## [Exercise inputs]

• • • •

package multigrid

import (
	"context"
	"math"
	"testing"

	"epslim/solver/grid"
	"epslim/solver/volume"
)

// The two-dimensional test problems on the unit square with reflecting sides:
// v = 1 + 0.5 sin(2 pi x) cos(2 pi y), A = v^2 (1, aniso), drift v grad(v)/2
// (so that p ~ 1/v) plus a rotation of strength swirl.
type swirlProblem struct{ swirl, aniso float64 }

func (c swirlProblem) IsDiagonal() bool { return true }

func (c swirlProblem) Eval(pt, f, a [][]float64) error {
	if len(pt) == 3 {
		return c.eval3(pt, f, a)
	}
	xs, ys := pt[0], pt[1]
	for i, x := range xs {
		y := ys[i]
		sx, cx := math.Sincos(2 * math.Pi * x)
		sy, cy := math.Sincos(2 * math.Pi * y)
		v := 1 + .5*sx*cy
		f[0][i] = 0.5 * v * math.Pi * cx * cy
		f[1][i] = -0.5 * v * math.Pi * sx * sy * c.aniso
		if c.swirl != 0 {
			s1, c1 := math.Sincos(math.Pi * x)
			s2, c2 := math.Sincos(math.Pi * y)
			f[0][i] += c.swirl * s1 * c2
			f[1][i] -= c.swirl * c1 * s2
		}
		a[0][i], a[1][i], a[2][i] = v*v, 0, v*v*c.aniso
	}
	return nil
}

func (c swirlProblem) eval3(pt, f, a [][]float64) error {
	for i, x := range pt[0] {
		y, z := pt[1][i], pt[2][i]
		sx, cx := math.Sincos(2 * math.Pi * x)
		sy, cy := math.Sincos(2 * math.Pi * y)
		sz, cz := math.Sincos(2 * math.Pi * z)
		v := 1 + .5*sx*cy*cz
		g := 0.5 * v * math.Pi
		f[0][i], f[1][i], f[2][i] = g*cx*cy*cz, -g*sx*sy*cz, -g*sx*cy*sz
		if c.swirl != 0 {
			s1, c1 := math.Sincos(math.Pi * x)
			s2, c2 := math.Sincos(math.Pi * y)
			f[0][i] += c.swirl * s1 * c2
			f[1][i] -= c.swirl * c1 * s2
		}
		a[0][i], a[3][i], a[5][i] = v*v, v*v, v*v
		a[1][i], a[2][i], a[4][i] = 0, 0, 0
	}
	return nil
}

func square(t testing.TB, dim, n int, side grid.Side) *grid.Grid {
	t.Helper()
	var ax []grid.Axis
	for d := 0; d < dim; d++ {
		a, err := grid.Uniform(string(rune('x'+d)), 0, 1, n, side)
		if err != nil {
			t.Fatal(err)
		}
		ax = append(ax, a)
	}
	g, err := grid.New(ax...)
	if err != nil {
		t.Fatal(err)
	}
	return g
}

func stationary(t testing.TB, g *grid.Grid, c volume.Coefficients, workers int, s Settings) (*volume.Operator, []float64, Stats) {
	t.Helper()
	m, err := volume.Assemble(context.Background(), g, c, volume.Settings{Workers: workers})
	if err != nil {
		t.Fatal(err)
	}
	sv, err := New(context.Background(), m, c, 0, false, s)
	if err != nil {
		t.Fatal(err)
	}
	p, st := sv.Stationary(context.Background())
	return m, p, st
}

• • • •

## [Task prompt]
State the number of lines in these entries that include the string "epslim". Provide nothing beyond that number.

## [Response area]
2